A collection of pixels in a vertical cross-section.

Further, the fourth step is specifically:

let P₀Is a seed point whose initial direction vector

The candidate point P of the next position is obtained by the formula (4)₁Comprises the following steps:

wherein, P₀And P₁Is the respective coordinate, s is the tracking step length;

4.2, obtaining a candidate point P₁Then, the true center point P can be determined by equation (6)₁', while P can be substituted₁The tracking direction of' is adjusted to:

thus, the iterative process of vein centerline tracking can be represented by:

4.3, when the tracking process encounters a bifurcation point, some problems arise if the true center point is still obtained using equation (6). To avoid this problem as much as possible, the center point is selected in such a way that:

wherein ρ (x, y) is an angle between the tracking direction vector of the point and the previous point; s_eThe gray maximum value point is a set of the gray maximum value points on the point section;

4.4, vein center line l₁When extended to D, will be in contact with l₃Encounter, a condition of two lines co-existence is likely to occur, and₁and l₂Similar problems are encountered, and in order to prevent such problems, detection points that are less than a threshold distance from the detected set of centerline points are deleted

4.5, the stopping condition of the tracking algorithm is as follows:

1) the absolute value of the gray difference between the newly detected central point and the last central point is greater than a given threshold;

2) the newly detected gray value of the central point is smaller;

3) the included angle between the newly detected central point and the tracking direction of the last central point is greater than a given threshold value;

4) the distance between the center line being tracked and the already tracked center line is less than a given threshold.

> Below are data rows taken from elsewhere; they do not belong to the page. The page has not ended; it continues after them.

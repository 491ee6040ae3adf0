import { quantityId } from '../../../src-main/contract/primitives.ts';
import { beforeEach, describe, expect, it } from 'vitest';
import NewClaimPage from '../../../src-renderer/pages/NewClaimPage.vue';
import { button, field, mountScreen, settled } from '../../helpers/mount-screen.ts';

beforeEach(() => (location.hash = '#/claims/new'));

describe('a new claim', () => {
  it('is taken up with its words, place, number and kind', async () => {
    const { screen, host } = await mountScreen(NewClaimPage);
    host.reply('claim.create', () => ({ claim: { id: 5 } }) as never);
    await field(screen, 'The words of the source').setValue('The roof is at one point nine.');
    await field(screen, 'Where in it').setValue('12:27');
    await field(screen, 'Value, as printed').setValue('1.9');
    await screen.find('input[type=radio][value="at most"]').setValue();
    expect((field(screen, 'Short title').element as HTMLInputElement).value).toBe('At most 1.9 K per doubling');
    await button(screen, 'Take it up').trigger('click');
    await settled();
    expect(host.inputs('claim.create')).toEqual([
      {
        title: 'At most 1.9 K per doubling',
        statement: {
          words: 'The roof is at one point nine.',
          sourceId: 1,
          locator: '12:27',
          quantity: 'apparent-sensitivity',
          value: '1.9',
          unit: 'K per doubling',
          bound: 'at most',
        },
      },
    ]);
    expect(location.hash).toBe('#/claims/5');
  });

  it('offers the units of its quantity, and no other', async () => {
    const { screen, host } = await mountScreen(NewClaimPage);
    const units = () =>
      field(screen, 'Unit')
        .findAll('option')
        .map((option) => option.text());
    expect(units()).toContain('K per e-folding');
    await screen.find('input[value="trend"]').setValue();
    expect(units()).toEqual(['K per decade', 'K per year']);
    host.reply('claim.create', () => ({ claim: { id: 5 } }) as never);
    await field(screen, 'The words of the source').setValue('Half a degree.');
    await field(screen, 'Value, as printed').setValue('0.5');
    await button(screen, 'Take it up').trigger('click');
    await settled();
    expect(host.inputs('claim.create')[0]!.statement).toMatchObject({ quantity: 'trend', unit: 'K per decade' });
  });

  it('explains every quantity in a line', async () => {
    const { screen } = await mountScreen(NewClaimPage);
    const group = screen.findAll('[role=radiogroup]')[0]!;
    expect(group.findAll('label')).toHaveLength(quantityId.options.length);
    for (const option of group.findAll('label')) expect(option.find('.quiet-text').text().length).toBeGreaterThan(20);
  });

  it('asks for what is missing, and sends nothing until then', async () => {
    const { screen, host } = await mountScreen(NewClaimPage);
    await field(screen, 'Value, as printed').setValue('about two');
    await button(screen, 'Take it up').trigger('click');
    expect(screen.text()).toContain('Write the words of the source');
    expect(screen.text()).toContain('A plain decimal number is expected');
    expect(host.inputs('claim.create')).toHaveLength(0);
    await field(screen, 'Value, as printed').setValue('1.90');
    expect(screen.text()).not.toContain('A plain decimal number is expected');
  });

  it('leaves a title alone that the reviewer wrote', async () => {
    const { screen } = await mountScreen(NewClaimPage);
    await field(screen, 'Short title').setValue('The roof');
    await field(screen, 'Value, as printed').setValue('1.9');
    expect((field(screen, 'Short title').element as HTMLInputElement).value).toBe('The roof');
  });
});
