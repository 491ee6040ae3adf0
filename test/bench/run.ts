/**
 * Measured times as ratios: each case beside peers in the same run. Ends with status 1 when a target was missed or the
 * two sides came to different values.
 */
import { caseOfBootstrapping } from './bootstrapping-a-slope.ts';
import { caseOfEnergyBudget } from './drawing-an-energy-budget.ts';
import { caseOfFitting } from './fitting-a-line.ts';
import { caseOfOpening } from './opening-a-project.ts';
import { printRatios } from './print-ratios.ts';
import { caseOfRecomputing } from './recomputing-a-claim.ts';
import { caseOfEnsemble } from './running-an-ensemble.ts';
import { caseOfSweepingMonths } from './sweeping-months.ts';
import { caseOfSweeping } from './sweeping-windows.ts';

const isAllWell = await printRatios([
  caseOfOpening,
  caseOfRecomputing,
  caseOfFitting,
  caseOfSweeping,
  caseOfSweepingMonths,
  caseOfBootstrapping,
  caseOfEnergyBudget,
  caseOfEnsemble,
]);
if (!isAllWell) process.exitCode = 1;
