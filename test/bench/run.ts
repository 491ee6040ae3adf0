/** Measured times as ratios: each case beside a peer that does the least that could do, in the same run. */
import { caseOfOpening } from './opening-a-project.ts';
import { caseOfRecomputing } from './recomputing-a-claim.ts';
import { printRatios } from './print-ratios.ts';

await printRatios([caseOfOpening, caseOfRecomputing]);
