import { recompute } from '../../src-main/climate/procedures/recompute.ts';
import { claimComputation } from '../../src-main/contract/compute.ts';
import { regression } from '../../src-main/statistics/regression.ts';
import type { BenchCase } from './bench-case.ts';
import { sameNumbers } from './comparison.ts';

const nYears = 70;
const years = Array.from({ length: nYears }, (_, place) => 1950 + place);
const values = (value: (place: number) => number) => ({
  years,
  months: null,
  values: years.map((_, place) => value(place)),
  lower: null,
  upper: null,
  boundsLevelPercent: null,
});
const common = { agent: null, step: 'year', baseline: null, partialYears: [] } as const;

/** The whole recomputation of a log-regression claim beside one least-squares fit of the same rows. */
export function caseOfRecomputing(): BenchCase {
  const co2 = (place: number) => 311 * Math.exp(0.002 * place + 0.00003 * place * place);
  const warming = (place: number) => 2.6 * Math.log(co2(place) / 311) + 0.1 * Math.sin(1.7 * place);
  const computation = claimComputation.parse({
    statement: {
      words: 'invented',
      sourceId: null,
      locator: '',
      quantity: 'apparent-sensitivity',
      value: '1.8',
      unit: 'K per doubling',
      bound: 'equals',
      definition: '',
      presentedAs: null,
      statedRSquared: null,
    },
    procedure: {
      kind: 'log-regression',
      temperatureSeriesId: 1,
      co2SeriesId: 2,
      minMonths: 12,
      window: null,
      anchor: { kind: 'first-year' },
      intercept: false,
      covariance: { kind: 'newey-west', lag: 3, smallSample: false },
      conversion: 'per-doubling',
    },
    tolerance: { notableShare: 0.1, decisiveShare: 0.25 },
    seed: 1,
    evidence: { energyBudget: null, comparedWith: null, quotedRange: null, doublingWm2: null },
    series: {
      temperatureSeriesId: {
        name: 't',
        quantity: 'temperature-anomaly',
        unit: 'K',
        values: values(warming),
        ...common,
      },
      co2SeriesId: { name: 'c', quantity: 'co2', unit: 'ppm', values: values(co2), ...common },
    },
  });
  const x = years.map((_, place) => Math.log(co2(place) / co2(0)));
  const y = years.map((_, place) => warming(place) - warming(0));
  return {
    name: 'recomputing a claim, 70 years',
    own: () => recompute(computation).fit?.regression.coefficients ?? [],
    peers: [
      {
        name: 'one least-squares fit with its table',
        work: () => regression({ x, y, intercept: false, covariance: { kind: 'classical' } }).coefficients,
        compare: sameNumbers({ rel: 1e-10, why: 'the same rows; logarithms of quotients' }),
      },
    ],
  };
}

Further, the fifth step is specifically:

and constructing a filter response function by using the eigenvalue of the Hessian matrix, wherein the response function of the Frangi filter is as follows:

wherein, sigma is the scale of the Gaussian function;

wherein λ₁And λ₂(|λ₁|≥|λ₂I) is the eigenvalue of the Hessian matrix, beta and c are the size parameters;

5.2, detecting veins by using a multi-scale filter, and adopting the maximum filter response value under n scales as the final filter output:

further, the sixth step is specifically:

the Frangi filter has weak response in a shadow area, but partial shadow is detected, and for the situation, the Frangi filtered image is processed by adopting multi-scale straight line filtering. Then, curve segment segmentation is carried out on the original vein line, and the vein curve segments meeting the following requirements are deleted:

in the formula, length (l)_k) The length of the curve of the k-th line is shown,

representing the sum of the lengths of the segments of the k-th curve whose filter response is greater than a certain threshold, α is a constant between 0 and 1.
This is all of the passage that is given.